PROBLEM DETAILS. Look for the string "kernel" in the data below, and copy each line that holds it.

[Collected data entries]
>>

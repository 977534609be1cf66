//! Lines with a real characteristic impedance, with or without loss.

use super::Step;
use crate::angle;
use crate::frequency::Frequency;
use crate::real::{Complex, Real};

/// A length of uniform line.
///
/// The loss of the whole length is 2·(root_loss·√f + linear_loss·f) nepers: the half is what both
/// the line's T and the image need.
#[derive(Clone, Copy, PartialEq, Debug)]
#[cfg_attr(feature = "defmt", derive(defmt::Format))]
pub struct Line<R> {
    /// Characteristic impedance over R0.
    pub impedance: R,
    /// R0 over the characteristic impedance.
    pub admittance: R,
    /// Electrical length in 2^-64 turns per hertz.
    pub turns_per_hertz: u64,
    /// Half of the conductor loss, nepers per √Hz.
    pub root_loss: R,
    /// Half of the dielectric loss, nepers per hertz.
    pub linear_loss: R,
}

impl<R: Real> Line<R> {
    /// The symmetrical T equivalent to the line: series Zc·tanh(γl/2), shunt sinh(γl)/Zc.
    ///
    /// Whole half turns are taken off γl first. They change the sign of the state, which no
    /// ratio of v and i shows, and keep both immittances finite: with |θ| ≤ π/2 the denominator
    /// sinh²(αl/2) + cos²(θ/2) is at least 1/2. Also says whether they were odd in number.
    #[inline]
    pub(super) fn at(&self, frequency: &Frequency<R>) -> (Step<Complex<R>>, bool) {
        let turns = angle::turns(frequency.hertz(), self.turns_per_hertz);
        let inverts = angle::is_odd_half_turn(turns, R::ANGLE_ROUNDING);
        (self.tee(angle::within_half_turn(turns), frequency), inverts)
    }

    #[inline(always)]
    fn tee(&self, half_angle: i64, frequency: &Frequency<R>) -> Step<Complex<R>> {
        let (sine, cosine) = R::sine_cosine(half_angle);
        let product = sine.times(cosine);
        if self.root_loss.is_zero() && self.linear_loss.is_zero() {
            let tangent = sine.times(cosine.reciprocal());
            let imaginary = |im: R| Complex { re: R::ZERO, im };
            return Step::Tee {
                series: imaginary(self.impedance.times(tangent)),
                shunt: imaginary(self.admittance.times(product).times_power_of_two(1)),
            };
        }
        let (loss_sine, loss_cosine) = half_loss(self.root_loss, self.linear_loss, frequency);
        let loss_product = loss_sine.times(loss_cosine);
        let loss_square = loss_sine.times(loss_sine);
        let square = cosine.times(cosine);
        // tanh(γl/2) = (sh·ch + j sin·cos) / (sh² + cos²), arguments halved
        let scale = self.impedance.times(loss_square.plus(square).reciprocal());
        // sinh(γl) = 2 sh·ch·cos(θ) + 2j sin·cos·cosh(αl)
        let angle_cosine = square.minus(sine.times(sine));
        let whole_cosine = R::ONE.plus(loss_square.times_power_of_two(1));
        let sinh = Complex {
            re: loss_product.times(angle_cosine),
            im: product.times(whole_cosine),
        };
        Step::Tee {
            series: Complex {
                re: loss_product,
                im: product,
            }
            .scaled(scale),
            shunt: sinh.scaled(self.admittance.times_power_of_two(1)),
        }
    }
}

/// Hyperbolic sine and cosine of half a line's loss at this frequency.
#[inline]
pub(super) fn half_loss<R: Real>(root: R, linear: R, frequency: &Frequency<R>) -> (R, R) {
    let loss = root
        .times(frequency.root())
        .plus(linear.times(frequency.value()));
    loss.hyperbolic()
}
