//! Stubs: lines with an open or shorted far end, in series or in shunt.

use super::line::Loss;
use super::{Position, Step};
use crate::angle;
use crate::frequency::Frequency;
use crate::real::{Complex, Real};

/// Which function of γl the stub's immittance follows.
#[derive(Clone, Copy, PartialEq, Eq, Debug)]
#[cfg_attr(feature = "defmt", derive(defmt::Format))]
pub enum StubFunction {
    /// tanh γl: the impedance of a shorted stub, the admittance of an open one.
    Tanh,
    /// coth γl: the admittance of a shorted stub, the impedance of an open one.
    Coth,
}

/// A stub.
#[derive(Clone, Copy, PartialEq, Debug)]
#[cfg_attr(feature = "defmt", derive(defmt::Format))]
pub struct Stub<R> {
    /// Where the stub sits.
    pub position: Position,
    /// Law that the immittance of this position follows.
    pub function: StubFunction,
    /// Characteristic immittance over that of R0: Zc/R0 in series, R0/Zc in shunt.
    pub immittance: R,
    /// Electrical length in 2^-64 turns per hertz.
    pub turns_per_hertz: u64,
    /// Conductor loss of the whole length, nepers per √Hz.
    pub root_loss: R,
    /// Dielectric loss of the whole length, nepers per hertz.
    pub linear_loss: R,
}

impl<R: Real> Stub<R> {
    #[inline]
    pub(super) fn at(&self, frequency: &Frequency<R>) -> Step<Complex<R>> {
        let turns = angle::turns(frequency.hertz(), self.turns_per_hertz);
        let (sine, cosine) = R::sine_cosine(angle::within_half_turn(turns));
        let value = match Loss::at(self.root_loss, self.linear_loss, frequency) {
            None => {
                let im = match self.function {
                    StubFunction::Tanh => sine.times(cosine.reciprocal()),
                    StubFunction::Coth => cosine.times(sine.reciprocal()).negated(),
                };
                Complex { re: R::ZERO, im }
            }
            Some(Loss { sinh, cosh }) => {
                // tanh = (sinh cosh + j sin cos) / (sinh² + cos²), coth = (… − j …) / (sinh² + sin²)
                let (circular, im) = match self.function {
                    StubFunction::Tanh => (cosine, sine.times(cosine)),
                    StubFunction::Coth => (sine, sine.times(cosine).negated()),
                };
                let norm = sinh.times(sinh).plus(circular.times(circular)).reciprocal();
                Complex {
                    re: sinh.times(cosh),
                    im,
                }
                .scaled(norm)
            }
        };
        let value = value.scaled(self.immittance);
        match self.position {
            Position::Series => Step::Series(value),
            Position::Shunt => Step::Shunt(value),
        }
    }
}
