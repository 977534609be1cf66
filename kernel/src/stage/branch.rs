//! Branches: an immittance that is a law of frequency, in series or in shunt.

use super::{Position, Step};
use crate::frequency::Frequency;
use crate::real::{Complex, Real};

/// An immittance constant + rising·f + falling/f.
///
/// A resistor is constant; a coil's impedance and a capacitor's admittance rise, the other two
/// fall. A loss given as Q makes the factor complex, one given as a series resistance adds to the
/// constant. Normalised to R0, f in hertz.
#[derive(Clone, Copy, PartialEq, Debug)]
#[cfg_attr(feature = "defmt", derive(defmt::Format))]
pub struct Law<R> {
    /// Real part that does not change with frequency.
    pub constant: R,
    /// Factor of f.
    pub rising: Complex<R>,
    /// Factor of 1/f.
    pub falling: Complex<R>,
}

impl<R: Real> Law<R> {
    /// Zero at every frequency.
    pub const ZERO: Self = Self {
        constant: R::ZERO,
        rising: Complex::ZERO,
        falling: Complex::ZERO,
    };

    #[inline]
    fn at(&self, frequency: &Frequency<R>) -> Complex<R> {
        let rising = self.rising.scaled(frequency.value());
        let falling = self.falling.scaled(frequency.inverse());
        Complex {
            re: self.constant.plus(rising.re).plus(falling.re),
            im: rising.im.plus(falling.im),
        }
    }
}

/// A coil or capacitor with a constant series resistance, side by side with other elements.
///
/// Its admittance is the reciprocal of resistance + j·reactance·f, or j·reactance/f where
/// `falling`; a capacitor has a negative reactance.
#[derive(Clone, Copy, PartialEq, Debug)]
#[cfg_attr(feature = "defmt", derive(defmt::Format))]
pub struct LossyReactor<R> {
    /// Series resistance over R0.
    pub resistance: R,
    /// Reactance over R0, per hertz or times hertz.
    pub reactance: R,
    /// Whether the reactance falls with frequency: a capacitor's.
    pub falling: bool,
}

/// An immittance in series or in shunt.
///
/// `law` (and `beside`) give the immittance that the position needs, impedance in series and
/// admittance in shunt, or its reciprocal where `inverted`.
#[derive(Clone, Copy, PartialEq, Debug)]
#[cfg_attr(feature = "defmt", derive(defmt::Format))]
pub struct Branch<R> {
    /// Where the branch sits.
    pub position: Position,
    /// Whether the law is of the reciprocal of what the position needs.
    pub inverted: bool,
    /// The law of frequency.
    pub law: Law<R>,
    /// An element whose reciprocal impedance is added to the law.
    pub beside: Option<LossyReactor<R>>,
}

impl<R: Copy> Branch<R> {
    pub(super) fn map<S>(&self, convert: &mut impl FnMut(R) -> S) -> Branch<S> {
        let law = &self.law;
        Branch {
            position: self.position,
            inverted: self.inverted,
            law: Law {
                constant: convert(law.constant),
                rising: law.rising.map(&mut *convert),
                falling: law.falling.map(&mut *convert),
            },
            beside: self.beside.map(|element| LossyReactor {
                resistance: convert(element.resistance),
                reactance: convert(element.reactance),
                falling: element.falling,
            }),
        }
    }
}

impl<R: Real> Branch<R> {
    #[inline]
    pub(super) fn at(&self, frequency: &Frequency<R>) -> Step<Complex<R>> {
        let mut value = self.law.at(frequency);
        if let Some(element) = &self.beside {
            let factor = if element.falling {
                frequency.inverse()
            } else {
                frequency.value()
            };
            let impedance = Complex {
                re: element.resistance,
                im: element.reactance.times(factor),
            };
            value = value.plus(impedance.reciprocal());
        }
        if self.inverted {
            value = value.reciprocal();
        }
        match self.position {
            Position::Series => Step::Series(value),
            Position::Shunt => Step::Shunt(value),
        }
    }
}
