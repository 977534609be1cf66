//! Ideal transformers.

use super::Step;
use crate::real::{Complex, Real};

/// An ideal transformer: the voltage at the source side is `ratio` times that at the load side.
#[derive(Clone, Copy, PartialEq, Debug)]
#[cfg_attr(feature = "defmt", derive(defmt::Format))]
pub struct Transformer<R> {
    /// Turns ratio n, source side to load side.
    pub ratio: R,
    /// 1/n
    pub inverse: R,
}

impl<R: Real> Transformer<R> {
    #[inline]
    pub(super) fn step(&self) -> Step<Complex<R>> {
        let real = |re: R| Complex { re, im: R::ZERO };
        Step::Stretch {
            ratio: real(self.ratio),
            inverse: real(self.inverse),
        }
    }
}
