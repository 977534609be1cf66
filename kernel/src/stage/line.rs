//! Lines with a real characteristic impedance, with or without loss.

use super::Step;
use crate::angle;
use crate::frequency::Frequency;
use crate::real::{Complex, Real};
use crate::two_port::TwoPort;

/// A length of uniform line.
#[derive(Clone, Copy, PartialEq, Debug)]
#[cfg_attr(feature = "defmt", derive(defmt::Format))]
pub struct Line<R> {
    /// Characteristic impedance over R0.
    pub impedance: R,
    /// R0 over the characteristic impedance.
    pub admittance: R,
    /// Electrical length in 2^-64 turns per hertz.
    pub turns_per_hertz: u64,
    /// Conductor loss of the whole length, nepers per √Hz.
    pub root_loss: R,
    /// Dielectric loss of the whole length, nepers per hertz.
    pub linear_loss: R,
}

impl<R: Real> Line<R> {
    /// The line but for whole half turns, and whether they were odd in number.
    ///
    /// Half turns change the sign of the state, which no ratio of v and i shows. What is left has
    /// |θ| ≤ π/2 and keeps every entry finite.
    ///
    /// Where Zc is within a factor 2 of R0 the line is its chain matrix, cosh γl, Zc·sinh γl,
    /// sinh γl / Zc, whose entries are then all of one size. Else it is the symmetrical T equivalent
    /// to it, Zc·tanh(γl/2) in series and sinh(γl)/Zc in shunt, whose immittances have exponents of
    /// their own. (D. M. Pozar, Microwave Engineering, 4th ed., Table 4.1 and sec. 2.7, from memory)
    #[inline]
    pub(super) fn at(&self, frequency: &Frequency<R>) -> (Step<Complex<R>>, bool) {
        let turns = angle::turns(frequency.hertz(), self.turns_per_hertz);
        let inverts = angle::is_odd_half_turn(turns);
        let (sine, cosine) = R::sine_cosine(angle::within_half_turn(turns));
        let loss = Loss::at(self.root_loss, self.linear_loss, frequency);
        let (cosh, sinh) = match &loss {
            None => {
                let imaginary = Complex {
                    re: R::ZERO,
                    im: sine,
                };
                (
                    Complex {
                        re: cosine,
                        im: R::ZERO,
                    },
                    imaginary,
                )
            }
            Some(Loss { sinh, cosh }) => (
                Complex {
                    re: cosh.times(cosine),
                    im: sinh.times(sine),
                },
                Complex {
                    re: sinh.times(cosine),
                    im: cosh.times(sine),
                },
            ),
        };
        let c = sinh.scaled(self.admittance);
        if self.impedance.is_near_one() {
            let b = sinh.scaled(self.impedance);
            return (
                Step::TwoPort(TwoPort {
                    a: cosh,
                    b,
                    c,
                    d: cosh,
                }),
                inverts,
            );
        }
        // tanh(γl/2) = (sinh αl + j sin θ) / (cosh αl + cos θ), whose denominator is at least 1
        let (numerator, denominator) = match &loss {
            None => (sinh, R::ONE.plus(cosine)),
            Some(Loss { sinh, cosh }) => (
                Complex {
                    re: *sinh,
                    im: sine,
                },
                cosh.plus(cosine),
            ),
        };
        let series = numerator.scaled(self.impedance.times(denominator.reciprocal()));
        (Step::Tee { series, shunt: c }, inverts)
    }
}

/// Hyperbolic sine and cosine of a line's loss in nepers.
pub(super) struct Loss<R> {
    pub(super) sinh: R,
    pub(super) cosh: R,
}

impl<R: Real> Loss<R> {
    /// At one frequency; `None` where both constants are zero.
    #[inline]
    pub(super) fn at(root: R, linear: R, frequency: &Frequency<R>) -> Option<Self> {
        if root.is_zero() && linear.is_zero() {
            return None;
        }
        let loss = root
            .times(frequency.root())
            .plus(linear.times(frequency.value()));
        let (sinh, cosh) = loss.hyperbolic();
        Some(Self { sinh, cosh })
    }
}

<<

REPLY TO THE TASK.
filename kernel/src/stage/branch.rs
filename kernel/src/stage/line.rs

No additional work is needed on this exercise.